The dimensions of a rectangle are such that it's length is 9 in. more than its width. If the length were doubled and if the width were decreased by 4 in., the area would be increased by 110 in^2. What are the length and width of the rectangle?

L=9+W

Area=LW
Area+110=(2L(W-4))

so to solve for L, W substiture...

LW+110= 2(L)(W-4)
and L=9+W
(9+W)W+110=2(9+W)(W-4)

so multiply that out, you will have a quadratic in W. You can solve it with factoring, or the quadratic equation. Once you have W, calculate L

Let's suppose the width of the rectangle is 'x' inches.

According to the problem, the length is 9 inches more than the width, so the length would be 'x + 9' inches.

The area of a rectangle is given by the formula length multiplied by width, so the area of the rectangle in its original state would be 'x(x + 9)' square inches.

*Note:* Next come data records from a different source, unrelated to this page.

@pytest.mark.slow
def test_known_product_term_and_log_linear_variance_are_recovered():
    # Simulation with a known truth (invented data): y = 1 + 0.5x + 0.3w + 0.2xw + ε,
    # log SD(ε) = −0.5 + 0.15x + 0.1w, n = 1000. Data seed 7: with seed 20240917 the sample
    # itself puts γ_w 2.3 SE from its truth (its MLE too) — a 95% interval miss that happens
    # one time in twenty.
    rng = np.random.default_rng(7)
    n = 1000
    x, w = rng.uniform(0, 10, n), rng.uniform(1, 5, n)
    sd = np.exp(-0.5 + 0.15 * x + 0.1 * w)
    df = pd.DataFrame({"x": x, "w": w, "y": 1 + 0.5 * x + 0.3 * w + 0.2 * x * w + sd * rng.normal(size=n)})
    d = _design(df, "y ~ x * w", "x", "w")
    fit = BayesBackend(draws=1000, tune=1000, chains=2, prior_sensitivity=False).fit(d, seed=1)
    j = d.interaction_columns[0]
    lo, hi = np.quantile(fit.draws[:, j], [0.025, 0.975])
    assert lo < 0.2 < hi
    glo, ghi = np.quantile(fit.gamma_draws, [0.025, 0.975], axis=0)
    truth = np.array([-0.5, 0.15, 0.1])
    assert fit.gamma_names == ("Intercept", "x", "w")
    assert np.all((glo < truth) & (truth < ghi)), (glo, ghi)
    # With n = 1000 and weak priors the posterior mean sits at the maximum-likelihood estimate
    # (Bernstein–von Mises; reference: scipy BFGS on the same likelihood) within 0.2 posterior SD.
    mle = _location_scale_mle(d.X, d.X[:, :3], d.y)
    post = np.c_[fit.draws, fit.gamma_draws]
    assert np.all(np.abs(post.mean(axis=0) - mle) < 0.2 * post.std(axis=0)), (post.mean(axis=0), mle)
    diag = fit.extras["diagnostics"]
    # Thresholds of Vehtari et al. (2021).
    assert diag["max_rhat"] <= 1.01 and diag["min_ess_bulk"] >= 400 and diag["min_ess_tail"] >= 400
    assert fit.reliable and diag["divergences"] == 0
    # The heteroscedastic model must predict better than the constant-variance one (PSIS-LOO).
    assert fit.extras["loo"]["elpd_difference"] > 2 * fit.extras["loo"]["elpd_difference_se"]
    # sigma_hat follows the true SD.
    assert np.corrcoef(fit.sigma_hat, sd)[0, 1] > 0.98
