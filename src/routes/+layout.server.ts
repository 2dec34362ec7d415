import type { LayoutServerLoad } from './$types';
import { devMailboxUrl } from '$lib/server/dev-mailbox';

export const load: LayoutServerLoad = ({ locals }) => ({
	// Only what the pages need; never the whole user row.
	user: locals.user ? { id: locals.user.id, name: locals.user.name, email: locals.user.email } : null,
	mailbox: locals.user !== null && devMailboxUrl() !== null,
	map: { tileUrl: process.env.TILE_URL || null, attribution: process.env.TILE_ATTRIBUTION || '' }
});
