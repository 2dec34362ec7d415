import type { LayoutServerLoad } from './$types';
import { mailboxUrl } from '$lib/server/mail';

export const load: LayoutServerLoad = ({ locals }) => ({
	// Only what the pages need; never the whole user row.
	user: locals.user ? { id: locals.user.id, name: locals.user.name, email: locals.user.email } : null,
	mailbox: mailboxUrl() !== null,
	map: { tileUrl: process.env.TILE_URL || null, attribution: process.env.TILE_ATTRIBUTION || '' }
});
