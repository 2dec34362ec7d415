import { json } from '@sveltejs/kit';
import type { RequestHandler } from './$types';
import { api, readJson } from '$lib/server/api';
import { requireMember } from '$lib/server/access';
import { invalid } from '$lib/server/errors';
import { deleteVariety, getVariety, updateVariety } from '$lib/server/varieties';
import { varietyPatchSchema } from '$lib/schemas/varieties';

export const GET: RequestHandler = api(async (event) => {
	const access = await requireMember(event, event.params.farmId, 'read');
	return json(await getVariety(access, event.params.varietyId));
});

export const PATCH: RequestHandler = api(async (event) => {
	const access = await requireMember(event, event.params.farmId, 'editPlans');
	await getVariety(access, event.params.varietyId); // another farm's variety is a 404 whatever the body says
	const patch = await readJson(event, varietyPatchSchema);
	return json(await updateVariety(access, event.params.varietyId, patch));
});

/** Soft delete; `?version=` guards against deleting a variety someone has just edited. */
export const DELETE: RequestHandler = api(async (event) => {
	const access = await requireMember(event, event.params.farmId, 'editPlans');
	const raw = event.url.searchParams.get('version');
	const version = raw === null ? undefined : Number(raw);
	if (version !== undefined && !(Number.isInteger(version) && version >= 1)) throw invalid('The version is a whole number from 1.', { version: ['The version is a whole number from 1.'] });
	await deleteVariety(access, event.params.varietyId, version);
	return new Response(null, { status: 204 });
});
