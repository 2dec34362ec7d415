import { json } from '@sveltejs/kit';
import type { RequestHandler } from './$types';
import { api, readJson } from '$lib/server/api';
import { requireMember } from '$lib/server/access';
import { moveToNextStretch } from '$lib/server/livestock-moves';
import { nextMoveSchema } from '$lib/livestock/schemas';

/** One action: the group and its shelter on to the next stretch of the lane. */
export const POST: RequestHandler = api(async (event) => {
	const access = await requireMember(event, event.params.farmId, 'logRecords');
	const { acknowledge } = await readJson(event, nextMoveSchema);
	return json(await moveToNextStretch(access, event.params.groupId, acknowledge ?? false), { status: 201 });
});
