@dataclass(frozen=True)
class PhaseDiagram:
    """Fluid rate of ``of`` (transitions summed) over the staff of the two ``axes`` pools.

    ``method``: "lp" (exact ``pieces``, valid for all non-negative staff) or "counters-grid"
    (``grid`` of integer points, no pieces). ``ranges``: pool -> (low, high) staff drawn;
    ``staff``: the scenario's staff per pool (mean staff with a schedule); ``inflow_rate``: the
    rate of ``of`` when no pool limits; ``of_label``: what ``of`` is, in words; ``lp_solves``:
    LPs (or counter integrations) used;
    ``max_mismatch``: largest relative excess of the envelope over the LP at the test points
    (≤ :data:`MATCH_TOLERANCE` when ``exact``)."""

    scenario_name: str
    time_unit: str
    of: tuple[str, ...]
    axes: tuple[str, str]
    ranges: dict[str, tuple[float, float]]
    staff: dict[str, float]
    method: str
    pieces: tuple[Piece, ...]
    grid: tuple[GridPoint, ...]
    inflow_rate: float
    lp_solves: int
    max_mismatch: float
    exact: bool
    notes: tuple[str, ...] = ()
    of_label: str = ""

    # --- evaluation ------------------------------------------------------------------------------

    def rate_at(self, a, b):
        """Fluid rate at staff (a, b) (scalars or arrays). Exact for the LP method; for the
        counters grid, bilinear interpolation between grid points (exact on them)."""
        if self.method == "lp":
            return self._envelope(a, b)[0]
        return self._interpolate(a, b)

    def piece_at(self, a, b):
        """Index of the piece that decides the rate at (a, b) (LP method only)."""
        if self.method != "lp":
            raise ValueError("a counters-grid diagram has no pieces")
        return self._envelope(a, b)[1]

    def label_at(self, a: float, b: float) -> str:
        """Limiting pools at (a, b) joined by "+", or "inflow"."""
        if self.method == "lp":
            return self.pieces[int(self.piece_at(a, b))].label
        p = min(self.grid, key=lambda g: (g.a - a) ** 2 + (g.b - b) ** 2)
        return p.label

    def _envelope(self, a, b):
        a, b = np.broadcast_arrays(np.asarray(a, dtype=float), np.asarray(b, dtype=float))
        values = np.stack([p.value(a, b) for p in self.pieces])
        idx = np.argmin(values, axis=0)
        out = np.take_along_axis(values, idx[None, ...], axis=0)[0]
        if out.ndim == 0:
            return float(out), int(idx)
        return out, idx

    def _interpolate(self, a, b):
        from scipy.interpolate import RegularGridInterpolator

        # the grid is a full rectangle listed a-major (see _grid_diagram)
        a_vals = np.array(sorted({g.a for g in self.grid}), dtype=float)
        b_vals = np.array(sorted({g.b for g in self.grid}), dtype=float)
        if a_vals.size < 2 or b_vals.size < 2:
            raise ValueError("the grid needs two values on each axis to interpolate")
        table = np.array([g.rate for g in self.grid]).reshape(a_vals.size, b_vals.size)
        f = RegularGridInterpolator((a_vals, b_vals), table, bounds_error=True)
        a, b = np.broadcast_arrays(np.asarray(a, dtype=float), np.asarray(b, dtype=float))
        out = f(np.stack([a.ravel(), b.ravel()], axis=-1)).reshape(a.shape)
        return float(out) if out.ndim == 0 else out

    def box(self) -> tuple[float, float, float, float]:
        """(a low, a high, b low, b high): the drawn ranges of the two axes."""
        (a0, a1), (b0, b1) = (self.ranges[x] for x in self.axes)
        return a0, a1, b0, b1

    # --- output ----------------------------------------------------------------------------------

    def to_json(self) -> dict:
        """``{"of", "axes", "pieces": [{"const", "coef": {pool: x}, "limiting": [pools], ...}],
        "method", "ranges", "notes", ...}``: the rate at staff (a, b), other pools as in the
        scenario, is the minimum over pieces of const + Σ coef × staff, for every non-negative
        staff (method "lp"). "limiting" is empty for the inflow-limited piece (its "label" is
        "inflow"). With method "counters-grid" "pieces" is empty and "grid" lists the points."""
        return {
            "scenario": self.scenario_name,
            "time_unit": self.time_unit,
            "of": list(self.of),
            "of_label": self.of_label,
            "axes": list(self.axes),
            "pieces": [p.to_json() for p in self.pieces],
            "method": self.method,
            "ranges": {k: list(v) for k, v in self.ranges.items()},
            "staff": dict(self.staff),
            "inflow_rate": self.inflow_rate,
            "exact": self.exact,
            "lp_solves": self.lp_solves,
            "max_mismatch": (self.max_mismatch if math.isfinite(self.max_mismatch) else None),
            "grid": [{"a": g.a, "b": g.b, "rate": g.rate, "limiting": list(g.limiting),
                      "label": g.label} for g in self.grid],
            "notes": list(self.notes),
        }

    def to_frame(self) -> pd.DataFrame:
        """LP method: one row per piece (piece, const, coef_<a>, coef_<b>, label). Counters grid:
        one row per point (a, b, rate, label), with the axis pools as column names."""
        a, b = self.axes
        if self.method == "lp":
            rows = [(i, p.const, p.coef[a], p.coef[b], p.label) for i, p in enumerate(self.pieces)]
            return pd.DataFrame(rows, columns=["piece", "const", f"coef_{a}", f"coef_{b}",
                                               "label"])
        rows = [(g.a, g.b, g.rate, g.label) for g in self.grid]
        return pd.DataFrame(rows, columns=[a, b, "rate", "label"])


# --- inputs --------------------------------------------------------------------------------------


def _check_axes(scenario: Scenario, axes: Sequence[str]) -> tuple[str, str]:
    axes = tuple(axes)
    if len(axes) != 2 or axes[0] == axes[1]:
        raise ValueError(f"axes must be two different pools (got {list(axes)})")
    for p in axes:
        if p not in scenario.pools:
            raise ValueError(f"axis {p!r} is not a pool (pools: {', '.join(scenario.pools)})")
    return axes


def _check_of(scenario: Scenario, of: str | Iterable[str] | None) -> tuple[str, ...]:
    if of is None:
        return tuple(scenario.ending_transitions or scenario.transitions)
    names = (of,) if isinstance(of, str) else tuple(of)
    if not names:
        raise ValueError("of must name at least one transition")
    for q in names:
        if q not in scenario.transitions:
            raise ValueError(f"{q!r} is not a transition (transitions: "
                             f"{', '.join(scenario.transitions)})")
    return names


def _ranges(scenario, axes, ranges, staff, work) -> dict[str, tuple[float, float]]:
    out = {}
    for p in axes:
        if ranges and p in ranges:
            lo, hi = (float(x) for x in ranges[p])
            if not (math.isfinite(lo) and math.isfinite(hi) and 0 <= lo < hi):
                raise ValueError(f"range of {p} must satisfy 0 <= low < high (got {lo:g}:{hi:g})")
        else:
            w = work.get(p, math.nan)
            reach = math.ceil(1.25 * w) if math.isfinite(w) else 0
            lo, hi = 0.0, float(max(2 * staff[p], reach, 2))
        out[p] = (lo, hi)
    for p in ranges or {}:
        if p not in axes:
            raise ValueError(f"a range is given for {p!r}, which is not an axis")
    return out


def phase_diagram(
    scenario: Scenario,
    axes: Sequence[str],
    *,
    of: str | Iterable[str] | None = None,
    ranges: Mapping[str, tuple[float, float]] | None = None,
    max_solves: int = 2000,
    max_grid: int = 300,
) -> PhaseDiagram:
    """Fluid phase diagram of ``scenario`` over the staff of the two pools ``axes``.

    ``of``: a transition or several (their rates are summed; default: the transitions that end
    jobs); ``ranges``: pool -> (low, high) staff to draw (default 0 to the larger of twice the
    scenario's staff and 1.25 × the pool's offered work). The exact pieces do not depend on the
    ranges. ``max_solves``: LPs allowed for the cutting-plane loop; ``max_grid``: grid points
    allowed for the counters grid (a coarser integer step is used beyond that).
    Rates per the scenario's time unit."""
    axes = _check_axes(scenario, axes)
    of_label = ("output rate (transitions that end jobs)" if of is None
                else f"rate of {of}" if isinstance(of, str) else None)
    of = _check_of(scenario, of)
    of_label = of_label or "total rate of " + ", ".join(of)
    h = scenario.run.horizon
    staff = {p: pool.mean_staff(h) for p, pool in scenario.pools.items()}
    work = offered_work(scenario)
    box = _ranges(scenario, axes, ranges, staff, work)
    common = dict(scenario_name=scenario.name, time_unit=scenario.time_unit, of=of, axes=axes,
                  ranges=box, staff=staff, of_label=of_label)
    lp_holds = (not scenario.has_priorities and not scenario.has_time_variation
                and not places_without_exit(scenario))
    if lp_holds:
        return _lp_diagram(scenario, axes, of, work, max_solves, common)
    return _grid_diagram(scenario, axes, of, box, max_grid, common)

Now, if the length is doubled, it becomes '2(x + 9)' inches, and if the width is decreased by 4 inches, it becomes '(x - 4)' inches. The area of this new rectangle is given by the formula length multiplied by width, and it is increased by 110 square inches. So, we can set up the equation:

2(x + 9)(x - 4) = x(x + 9) + 110

Now, let's solve this equation step by step:

Expanding the left side of the equation:
2(x^2 + 5x - 36) = x^2 + 9x + 110

Simplifying the left side:
2x^2 + 10x - 72 = x^2 + 9x + 110

Rearranging the equation to bring all terms to one side:
2x^2 + 10x - 72 - x^2 - 9x - 110 = 0

Combining like terms:
x^2 + x - 182 = 0

Now, let's factorize this quadratic equation:

The factors of -182 that add up to +1 are +14 and -13. So, we can rewrite the equation as:

(x + 14)(x - 13) = 0

Setting each factor equal to zero and solving for x:

x + 14 = 0 or x - 13 = 0

x = -14 or x = 13

Since the width cannot be negative, we ignore the solution x = -14.

Therefore, the width of the rectangle is 13 inches.

Now, we can calculate the length by adding 9 inches to the width:

Length = 13 + 9 = 22 inches

Thus, the length and width of the rectangle are 22 inches and 13 inches, respectively.

To solve this problem, we need to set up and solve a system of equations based on the given information.

Let's assume the width of the rectangle is W inches.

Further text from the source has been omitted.